Revised figures from Defra show profits fell across most farm types in 2018/19. Taken from the Farm Business Survey (FBS), the data shows the Farm Business Income (FBI) for various standard farm types. FBI can be thought of as equivalent to the ‘Net Profit’ measure widely used in accountancy. These results relate to England and update the provisional ones released earlier in the year (see March article https://abcbooks.co.uk/farm-business-income-4/). The FBS works on Feb/March year ends so the period being reported covers harvest 2018 and the 2018 BPS. The full release can be found at https://www.gov.uk/government/statistics/farm-business-income
In the chart below, the first column for each sector shows the average FBI from 2010/11 to 2014/15. The next four columns show the FBI for the next four years, broken down into four ‘profit centres’. The final, light blue column is Andersons estimate for the current 2019/20 year. As can be seen, only Cereals and General Cropping farms saw an increase in returns in 2018/19 compared to the year before.
There have been some adjustments from the provisional 2018/19 figures released earlier in the year. The most significant one being General Cropping which now sees a 20% increase (in real terms) compared to 2017/18, as opposed to a 10% decline recorded in the provisional results.
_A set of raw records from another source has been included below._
// Rates by class of one phase: those of every patch, and under `in` those that are different in one.
import type { SpecPath } from '../spec/document.ts';
import { classIndex, fail, patchIndex, tellUnknown, type Context } from './context.ts';
import type { Written } from './rates.ts';

type ClassNumbers = Readonly<Record<string, unknown>>;

export interface RateSection {
  /** Class names to numbers or expressions, and perhaps settings. */
  readonly everywhere: ClassNumbers;
  readonly path: SpecPath;
  /** The key under `in` and a patch that holds what is different there. */
  readonly key: string;
  /** What one of the numbers is, such as `survival`. */
  readonly what: string;
  /** Keys of `everywhere` that are no classes. */
  readonly settings: ReadonlySet<string>;
}

/** A patch's own number where it has one, else the number of every patch. */
export function writtenRate(
  context: Context,
  section: RateSection,
  [patch, c]: readonly [number, number],
): Written | null {
  const name = context.classes[c] ?? '';
  const what = `${section.what} of ${name}`;
  const patchName = context.patches[patch]?.name ?? '';
  const own = numbersIn(context, patchName, section.key)?.[name];
  if (isExpression(own)) return { expression: own, path: ['in', patchName, section.key, name], what };
  const general = section.everywhere[name];
  return isExpression(general) ? { expression: general, path: [...section.path, name], what } : null;
}

/** Every key of a section, in every patch, must be a class. */
export function checkClassKeys(context: Context, section: RateSection): void {
  for (const name of Object.keys(section.everywhere)) {
    if (!section.settings.has(name)) classIndex(context, name, [...section.path, name]);
  }
  checkOwnKeys(context, section.key);
}

/** The same for what is different in single patches. */
export function checkOwnKeys(context: Context, key: string): void {
  for (const patch of Object.keys(context.spec.in ?? {})) {
    const own = numbersIn(context, patch, key);
    if (own === undefined || patchIndex(context, patch, ['in', patch]) < 0) continue;
    for (const name of Object.keys(own)) classIndex(context, name, ['in', patch, key, name]);
  }
}

/** Classes without a number in a section that must have one for each, everywhere or in every patch of its own. */
export function requireEveryClass(context: Context, { everywhere, path, key, what }: RateSection): void {
  for (const name of context.classes) {
    if (everywhere[name] !== undefined) continue;
    const own = ({ name: patch }: { readonly name: string }): boolean =>
      isExpression(numbersIn(context, patch, key)?.[name]);
    const without = context.patches.filter((patch) => !own(patch));
    const [first] = without;
    if (first === undefined) continue;
    const where = without.length < context.patches.length ? ` in ${first.name}` : '';
    fail(context, 'missing-rate', path, {
      message: `The class \`${name}\` has no ${what}${where}`,
      part: 'key',
      details: { expected: 'a share for every class', fix: `Add \`${name}: …\` (0 where none survive).` },
    });
  }
}

/** Whether some patch has rates of its own under a key. */
export function ownRatesAnywhere(context: Context, key: string): boolean {
  return context.patches.some(({ name }) => numbersIn(context, name, key) !== undefined);
}

/** What stands under `in` and a patch for a phase. */
export function numbersIn(context: Context, patch: string, key: string): ClassNumbers | undefined {
  const own = Object.entries(context.spec.in?.[patch] ?? {}).find(([name]) => name === key)?.[1];
  return own === undefined || Array.isArray(own) ? undefined : own;
}

/** Keys under `in` that are neither of the language nor phases with rates by class. */
export function refuseUnknownOwnKeys(context: Context): void {
  const { named } = context.spec;
  const withRates = Object.keys(named).filter((name) => hasRates(named[name]?.kind));
  const known = ['survival', 'births', 'demography', ...withRates];
  for (const [patch, own] of Object.entries(context.spec.in ?? {})) {
    for (const name of Object.keys(own)) {
      if (known.includes(name)) continue;
      const path = ['in', patch, name];
      tellUnknown(context, {
        code: 'unknown-phase',
        what: 'phase with rates by class called',
        name,
        known,
        path,
        part: 'key',
      });
    }
  }
}

function hasRates(kind: string | undefined): boolean {
  return kind === 'survival' || kind === 'breeding' || kind === 'dispersal';
}

function isExpression(value: unknown): value is number | string {
  return typeof value === 'number' || typeof value === 'string';
}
The change is mainly due to better prices for potatoes, peas and field beans.
Dairy farms have seen a larger drop in profits than was recorded in the provisional figures, down by 39% (in real terms) compared to 2017/18, to average £73,700. This was driven mainly by an increase in feed, labour and machinery costs as a result of the late, wet spring followed by the summer drought. Revised figures for Grazing Livestock businesses show even bigger declines than initially reported, particularly in LFAs where agri-environment payments, which are an important source of income for these types of farms, fell.
The chart shows a breakdown of where the profit comes from for the years 2013/14 to 2018/19. It can be seen for the two Grazing Livestock farm types the return from agriculture is negative, it takes part of the Basic Payment to return these farms to profit. This is of real concern when looking ahead to the removal of direct support. Of course, FBI is only an average for the sector. The range in performance across farms is vast, and the more efficient units are likely to have made a much better return than these average values show. Unfortunately, the opposite is also true. We have made some initial estimates of 2019/20 FBI, shown in light blue on the chart. These show better returns for the Dairy sector, but poorer performance for Cereals and General Cropping reflecting lower crop prices and a difficult potato harvest.